**WORK TO BE COMPLETED**
Each line with the word "import" must appear in the answer, copied from the records.

(Source data)
----------
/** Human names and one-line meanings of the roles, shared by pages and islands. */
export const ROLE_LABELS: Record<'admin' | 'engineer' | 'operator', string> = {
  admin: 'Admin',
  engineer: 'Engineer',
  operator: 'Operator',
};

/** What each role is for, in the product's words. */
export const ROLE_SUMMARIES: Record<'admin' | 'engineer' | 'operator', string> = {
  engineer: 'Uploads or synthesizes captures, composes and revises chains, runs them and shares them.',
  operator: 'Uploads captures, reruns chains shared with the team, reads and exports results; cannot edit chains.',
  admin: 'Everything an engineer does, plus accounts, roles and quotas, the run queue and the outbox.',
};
----------
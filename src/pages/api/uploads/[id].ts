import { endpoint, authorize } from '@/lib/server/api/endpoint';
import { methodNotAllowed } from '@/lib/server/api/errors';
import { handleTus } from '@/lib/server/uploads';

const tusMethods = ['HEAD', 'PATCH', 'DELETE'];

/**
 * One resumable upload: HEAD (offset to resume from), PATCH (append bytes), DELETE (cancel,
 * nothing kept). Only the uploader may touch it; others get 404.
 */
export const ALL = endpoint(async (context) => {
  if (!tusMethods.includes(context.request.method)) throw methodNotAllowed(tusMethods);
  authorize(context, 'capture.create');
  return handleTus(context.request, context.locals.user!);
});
----------
**PROBLEM SOLUTION**
import { endpoint, authorize } from '@/lib/server/api/endpoint';
import { methodNotAllowed } from '@/lib/server/api/errors';
import { handleTus } from '@/lib/server/uploads';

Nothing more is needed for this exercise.